The most compelling reason to doubt GINA’s efficacy, however, is the simple fact that legal prohibitions alone are notoriously ineffective in preventing behaviors that other laws and social institutions are designed to promote. As any parent knows, if you want your child not to eat cupcakes, you don’t simply tell the child not to snack, you put the cupcakes out of plain sight. Likewise, if you want teens not to smoke, you don’t simply tell them not to do it; you alter the legal and social landscape so that smoking is less typical, more expensive, and far less glamorous. In the case of discrimination on the basis of genetic information, this means that law must alter the incentives of health care financing so that it becomes less rational to discriminate on the basis of genetic information.

This broader approach, however, does not appear to be in the President’s agenda. For six years, the administration has all but ignored the increasing numbers of Americans without health insurance as well as the increasing strains on our health insurance system. And when the administration has offered proposals about these pressing problems, it has favored approaches, such as health savings accounts, that have emphasized market competition, thereby the increasing the stratification of the population on the basis of risk. Such approaches, of course, make it even more costly to hire or be enrolled in plans with so-called high risk individuals or families, including those whose genetic information warns that they are at an increased risk of facing a costly medical problem.

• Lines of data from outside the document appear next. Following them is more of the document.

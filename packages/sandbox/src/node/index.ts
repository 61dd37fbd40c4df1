export { runGenerator } from './run-generator.js';
export { createSandbox, type Sandbox } from './sandbox.js';
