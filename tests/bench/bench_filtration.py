"""Vectorised filtration against a plain loop over scipy, as time for each item and as a ratio.

Run with `python -m tests.bench.bench_filtration`. The loop runs on a subsample; the answers of both
are compared there, so that speed is never bought with another result.
"""

import sys
import time

import numpy as np
from scipy.integrate import quad, solve_ivp
from scipy.optimize import brentq, minimize_scalar

from filtration import (
    GENERIC_CARBON,
    Bed,
    Conditions,
    Layer,
    Lognormal,
    ParticleFilter,
    Seal,
    Vapour,
    breakthrough_min,
    mass_behind_seal_kg,
    most_penetrating,
    penetration,
    resistance_pa_s_m3,
    solve,
    weighted_penetration,
)

L_MIN = 1.0 / 60_000.0
SPEED = 0.1
RNG = np.random.default_rng(2024)

TOLUENE = Vapour(
    name="toluene",
    molar_mass_g_mol=92.138,
    liquid_density_g_cm3=0.867,
    affinity=1.131,
    vapour_pressure_kpa=2.919,
    boiling_point_c=110.6,
)


def spread(low, high, count):
    return np.exp(RNG.uniform(np.log(low), np.log(high), count))


def leaks():
    """Facepiece pressure behind many seals, against a bracketed root each."""
    count, few = 100_000, 400
    flow, resistance = spread(20 * L_MIN, 200 * L_MIN, count), spread(2e4, 5e5, count)
    k, n = spread(1e-9, 1e-5, count), RNG.uniform(0.5, 1.0, count)

    def one(i):
        return brentq(
            lambda dp: dp / resistance[i] + k[i] * dp ** n[i] - flow[i],
            0.0,
            flow[i] * resistance[i],
            xtol=1e-12,
        )

    return (
        count,
        lambda: solve(flow, resistance_pa_s_m3=resistance, seal=Seal(k, n)).pressure_pa,
        lambda: [one(i) for i in range(few)],
    )


def random_webs(count):
    return RNG.uniform(0.02, 0.15, count), spread(2e-4, 3e-3, count), spread(1e-6, 2e-5, count)


def whole_aerosols():
    """Mass penetration of media by aerosols, against adaptive quadrature each."""
    media, aerosols, few = 1000, 20, 2
    alpha, thickness, fibre = random_webs(media)
    cmd, gsd = spread(0.05e-6, 0.5e-6, aerosols), RNG.uniform(1.5, 2.2, aerosols)

    def one(i, j):
        layer, s = Layer(alpha[i], thickness[i], fibre[i]), np.log(gsd[j])
        middle = np.log(Lognormal(cmd[j], gsd[j]).median_m("mass"))

        def density(x):
            share = penetration([layer], np.exp(x), face_velocity_m_s=SPEED)
            return share * np.exp(-0.5 * ((x - middle) / s) ** 2)

        area = quad(density, middle - 8 * s, middle + 8 * s, limit=200)[0]
        return area / (s * np.sqrt(2 * np.pi))

    layer = Layer(alpha[:, np.newaxis], thickness[:, np.newaxis], fibre[:, np.newaxis])
    return (
        media * aerosols,
        lambda: np.ravel(
            weighted_penetration([layer], Lognormal(cmd, gsd), face_velocity_m_s=SPEED)
        ),
        lambda: [one(i, j) for i in range(few) for j in range(aerosols)],
    )


def worst_sizes():
    """Most penetrating size of many media, against a bounded scalar search each."""
    count, few = 5000, 40
    alpha, thickness, fibre = random_webs(count)

    def one(i):
        layer = Layer(alpha[i], thickness[i], fibre[i])
        found = minimize_scalar(
            lambda x: -penetration([layer], np.exp(x), face_velocity_m_s=SPEED),
            bounds=(np.log(5e-9), np.log(3e-6)),
            method="bounded",
            options={"xatol": 1e-8},
        )
        return -found.fun

    return (
        count,
        lambda: (
            most_penetrating([Layer(alpha, thickness, fibre)], face_velocity_m_s=SPEED).penetration
        ),
        lambda: [one(i) for i in range(few)],
    )


def loaded_filters():
    """Mass behind a leaking seal after a shift, against a differential equation each."""
    count, few = 2000, 5
    conc, area = spread(1e-7, 1e-5, count), RNG.uniform(0.01, 0.03, count)
    seal = Seal(2e-7, 0.7)

    def filters(area_m2):
        return ParticleFilter(area_m2, 85 * L_MIN, 120.0, (1e5, 2e5, 3e5))

    def one(i):
        element = filters(area[i])

        def rate(_, mass):
            resistance = resistance_pa_s_m3(max(mass[0], 0.0), element=element)[1]
            state = solve(60 * L_MIN, resistance_pa_s_m3=resistance, seal=seal)
            return [conc[i] * 30 * L_MIN * (1.0 - state.share)]

        return solve_ivp(rate, (0.0, 28_800.0), [0.0], rtol=1e-8, atol=1e-13).y[0, -1]

    return (
        count,
        lambda: mass_behind_seal_kg(
            28_800.0,
            conc_kg_m3=conc,
            minute_volume_m3_s=30 * L_MIN,
            element=filters(area),
            seal=seal,
        )[:, 1],
        lambda: [one(i) for i in range(few)],
    )


def cartridges():
    """Breakthrough times of many cartridges, against one call each."""
    count, few = 100_000, 500
    conc, mass = spread(10.0, 1000.0, count), RNG.uniform(30.0, 120.0, count)
    at_work = Conditions(flow_l_min=30.0, temperature_k=293.15, relative_humidity=0.5)

    def lives(conc_ppm, mass_g):
        bed = Bed(GENERIC_CARBON, mass_g=mass_g, area_cm2=100.0)
        return breakthrough_min(TOLUENE, bed, conc_ppm=conc_ppm, outlet_ppm=1.0, conditions=at_work)

    return (
        count,
        lambda: lives(conc, mass),
        lambda: [float(lives(conc[i], mass[i])) for i in range(few)],
    )


def timed(run):
    started = time.perf_counter()
    result = run()
    return time.perf_counter() - started, np.asarray(result, dtype=np.float64)


def compare(case):
    count, together, loop = case()
    together()
    whole_s, ours = timed(together)
    loop_s, theirs = timed(loop)
    each_us, loop_us = 1e6 * whole_s / count, 1e6 * loop_s / theirs.size
    apart = np.max(np.abs(ours[: theirs.size] / theirs - 1.0))
    return (
        f"{case.__name__:<16}{count:>9,}{whole_s:>10.3f} s{each_us:>12.2f} us{loop_us:>12.1f} us"
        f"{loop_us / each_us:>9.0f} x{apart:>12.1e}\n"
    )


def main():
    sys.stdout.write(
        f"{'case':<16}{'items':>9}{'all':>12}{'one, ours':>15}{'one, loop':>15}{'ratio':>11}"
        f"{'apart':>12}\n"
    )
    for case in (leaks, whole_aerosols, worst_sizes, loaded_filters, cartridges):
        sys.stdout.write(compare(case))


if __name__ == "__main__":
    main()
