"""Exposure statistics of 10 000 groups against a plain loop over scipy.

Run: python -m tests.bench.bench_exposure_statistics

The loop is timed on a few groups and multiplied up; the output says so. Each line also compares
the figures of both ways on those groups.
"""

import sys
import time

import numpy as np
from scipy import stats

from exposure.statistics.censored import tobit, x95_limit
from exposure.statistics.decisions import describe
from exposure.statistics.goodness import goodness_of_fit
from exposure.statistics.lognormal import utl
from tests.exposure_statistics.groups import random_batch

GROUPS = 10_000
LOOPED = 60


def timed(work):
    start = time.perf_counter()
    result = work()
    return result, time.perf_counter() - start


def fit_one(results, below):
    logs = np.log(results)
    data = stats.CensoredData(uncensored=logs[~below], left=logs[below])
    mu, _ = stats.norm.fit(data)
    return mu


def limit_one(results, _below):
    logs = np.log(results)
    n = logs.size
    k = stats.nct.ppf(0.95, n - 1, stats.norm.ppf(0.95) * np.sqrt(n)) / np.sqrt(n)
    return np.exp(logs.mean() + k * logs.std(ddof=1))


def p_one(results, _below):
    return stats.shapiro(np.log(results)).pvalue


def compare(name, batch, *, ours, one, rows):
    """Time the whole batch and a loop over some of its rows; print both and the largest gap."""
    together, seconds = timed(lambda: ours(batch))
    groups = [
        (batch.bound[row, batch.mask[row]], batch.censored[row, batch.mask[row]]) for row in rows
    ]
    looped, loop_seconds = timed(lambda: np.array([one(*group) for group in groups]))
    whole_loop = loop_seconds * len(batch.n) / len(rows)
    gap = np.max(np.abs(looped - together[rows]) / (1e-9 + np.abs(looped)))
    sys.stdout.write(
        f"{name:32} {len(batch.n)} groups {seconds:7.3f} s; loop {whole_loop:8.1f} s "
        f"(from {len(rows)} groups); {whole_loop / seconds:6.0f} times; gap {gap:.1e}\n"
    )


def main():
    rng = np.random.default_rng(1)
    mixed = random_batch(rng, GROUPS, share_censored=1.0)
    complete = random_batch(rng, GROUPS, share_censored=0.0)
    n_detected = mixed.n - mixed.n_censored
    fitted = np.flatnonzero((n_detected >= 5) & (mixed.n_censored >= 2))[:LOOPED]
    full = np.flatnonzero(complete.n >= 6)[:LOOPED]
    compare("fit with nondetects", mixed, ours=lambda b: tobit(b).mu, one=fit_one, rows=fitted)
    compare("tolerance limit", complete, ours=lambda b: utl(b, conf=0.95), one=limit_one, rows=full)
    compare("Shapiro-Wilk p", complete, ours=lambda b: goodness_of_fit(b).p, one=p_one, rows=full)
    limits = timed(lambda: x95_limit(mixed, conf=0.95, method="calibrated"))[1]
    sys.stdout.write(f"{'upper limit with nondetects':32} {GROUPS} groups {limits:7.3f} s\n")
    for count in (400, GROUPS):
        batch = random_batch(rng, count)
        seconds = timed(lambda batch=batch: describe(batch, 0.5))[1]
        sys.stdout.write(f"{'describe, a third censored':32} {count} groups {seconds:7.3f} s\n")


if __name__ == "__main__":
    main()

This week, in his State of the Union address, the President proposed a new initiative: replacing the tax exclusion of employer-provided insurance premiums with a standard individual deduction that would be limited so as not to provide tax benefits for costly plans. This controversial proposal has far-reaching implications and warrants full discussion on its own merits. It is worth noting, however, that the President’s plan would create a strong tax incentive for employers or individuals to avoid purchasing health insurance plans that insure high cost individuals – including, of course, those who are at risk of genetic illnesses. In other words, under the President’s plan, the tax system would promote the behaviors that GINA would outlaw.

As long as such powerful incentives to discriminate pervade our health care financing system, it is doubtful that GINA, or any law that simply proscribes discrimination, can truly end discrimination or the fear of it. That does not mean, however, that the bill should not be enacted. Given the ambiguous status of genetic discrimination today, clarity is certainly welcome. Moreover, civil rights statutes, especially federal civil rights statutes, can play a powerful norm-setting role. In this case, GINA can serve to remind the nation of the injustice of denying individuals and families the ability to work or obtain health insurance simply as because of their genetic make-up. This is a reminder that will become even more necessary if we enact new policies that increase the incentive to discriminate.

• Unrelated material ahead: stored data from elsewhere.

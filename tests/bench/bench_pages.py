"""Time of the pages of a large invented site, beside judging its tasks one by one.

    python -m tests.bench.bench_pages --workers 20000 --tasks 300

Makes the site in a scratch SQLite file first. Run by hand; no test asserts seconds.
"""

import argparse
import os
import resource
import sys
import tempfile
import time
from collections.abc import Callable
from typing import Any

ONE_BY_ONE = 10


def timed(work: Callable[[], Any]) -> tuple[float, int, Any]:
    """Seconds, queries and the result of one run."""
    from django.db import connection
    from django.test.utils import CaptureQueriesContext

    started = time.perf_counter()
    with CaptureQueriesContext(connection) as queries:
        result = work()
    return time.perf_counter() - started, len(queries), result


def main() -> None:
    """Make the site, time the pages and the plain loop, print a table."""
    parser = argparse.ArgumentParser()
    parser.add_argument("--workers", type=int, default=20_000)
    parser.add_argument("--tasks", type=int, default=300)
    asked = parser.parse_args()
    with tempfile.TemporaryDirectory() as folder:
        os.environ.update(
            HALEWARD_VAR=folder,
            HALEWARD_PLAIN_HTTP="1",
            HALEWARD_TESTING="1",
            DJANGO_SETTINGS_MODULE="programme.settings",
        )
        import django

        django.setup()
        _measure(asked.workers, asked.tasks)


def _measure(workers: int, tasks: int) -> None:
    from django.contrib.auth.models import User
    from django.core.management import call_command
    from django.test import Client

    from exposure.models import Task
    from programme.roster.models import Membership, Site
    from programme.selection.assess import assess, assess_site

    call_command("migrate", verbosity=0)
    call_command("createcachetable", verbosity=0)
    call_command("make_site", "bench", "--workers", str(workers), "--tasks", str(tasks))
    site = Site.objects.get(code="bench")
    user = User.objects.create_user("bench")
    Membership.objects.create(user=user, site=site, role="administrator")
    client = Client(SERVER_NAME="localhost")
    client.force_login(user, backend="allauth.account.auth_backends.AuthenticationBackend")
    on = site.today()
    rows = [("judge the whole site at once", *timed(lambda: assess_site(site, on=on))[:2])]
    some = list(Task.objects.at(site)[:ONE_BY_ONE])
    spent, queries, _ = timed(lambda: [assess(task, on=on) for task in some])
    share = tasks / len(some)
    rows.append(
        (f"judge task by task ({len(some)} run, scaled)", spent * share, int(queries * share))
    )
    for page in ("today", "tasks", "people"):
        timed(lambda page=page: client.get(f"/s/bench/{page}/"))
        rows.append((f"page {page}", *timed(lambda page=page: client.get(f"/s/bench/{page}/"))[:2]))
    for what, seconds, count in rows:
        sys.stdout.write(f"{what:<44}{seconds:8.2f} s {count:7d} queries\n")
    peak = resource.getrusage(resource.RUSAGE_SELF).ru_maxrss / 1024
    sys.stdout.write(f"peak memory {peak:.0f} MB\n")


if __name__ == "__main__":
    main()
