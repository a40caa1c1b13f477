"""What stops a run leaves nothing behind: no file, no thread."""

from __future__ import annotations

import threading
import time
from pathlib import Path
from typing import Any

import pytest
from streaming_runs import cut_every, small_batches, write_field

from subside.errors import InputError
from subside.pipeline import run
from subside.work import Work


class _Stop(BaseException):
    """As an interrupt from the keyboard: nothing may catch it."""


@pytest.mark.parametrize("kind", [_Stop, RuntimeError, InputError])
@pytest.mark.parametrize("where", ["strength", "take"])
@pytest.mark.parametrize("before", [False, True])
def test_stopped_in_the_third_leg(tmp_path: Path, monkeypatch: pytest.MonkeyPatch,
                                  kind: type[BaseException], where: str, before: bool) -> None:
    """An earlier result stays as it was."""
    scenario = write_field(tmp_path, chunks=(1, 30))
    output = tmp_path / "r.nc"
    if before:
        run(scenario, output=output).close()
    files = {path: path.read_bytes() for path in tmp_path.iterdir()}
    small_batches(monkeypatch)
    cut_every(monkeypatch, 2)
    real, calls = getattr(Work, where), []

    def broken(self: Work, tally: Any, batch: Any, leg: Any, *rest: Any) -> Any:
        if leg.first == 4:
            calls.append(batch)
            if len(calls) > 2:
                raise kind("stopped here")
            time.sleep(0.01)
        return real(self, tally, batch, leg, *rest)

    monkeypatch.setattr(Work, where, broken)
    threads = set(threading.enumerate())
    with pytest.raises(kind, match="stopped here"):
        run(scenario, output=output, workers=3)
    assert len(calls) > 2
    assert {path: path.read_bytes() for path in tmp_path.iterdir()} == files
    deadline = time.monotonic() + 5.0
    while set(threading.enumerate()) - threads and time.monotonic() < deadline:
        time.sleep(0.01)
    assert not set(threading.enumerate()) - threads


def test_a_file_that_ends_too_early(tmp_path: Path, monkeypatch: pytest.MonkeyPatch) -> None:
    """The reader fails in a thread of its own, in the second leg."""
    from subside.grid.stream import FileStream

    scenario = write_field(tmp_path, chunks=(1, 30))
    files = set(tmp_path.iterdir())
    cut_every(monkeypatch, 2)
    read = FileStream.read

    def broken(self: FileStream, block: int, first: int, last: int, threads: int = 1) -> Any:
        if first >= 2:
            raise InputError("grid.nc is damaged")
        return read(self, block, first, last, threads)

    monkeypatch.setattr(FileStream, "read", broken)
    threads = set(threading.enumerate())
    with pytest.raises(InputError, match="damaged"):
        run(scenario, output=tmp_path / "r.nc", workers=2)
    assert set(tmp_path.iterdir()) == files
    assert not set(threading.enumerate()) - threads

Still, GINA’s ability to articulate a norm should not be confused with its capacity to alter behavior. Years ago, the legal scholar Gerald Rosenberg, after studying the impact of civil rights laws, warned that courts and rights-based remedies can become the “flypaper” for social reform. Rosenberg meant that reformers were too easily lured by the belief that civil rights litigation could cure social problems. Likewise, GINA’s supporters should avoid the temptation of believing that legislation against discrimination will prevent discrimination. To the contrary, if GINA distracts our attention from the broader injustices of our health care financing system, it will not solve the problem it seeks to remedy, it will have only made it worse.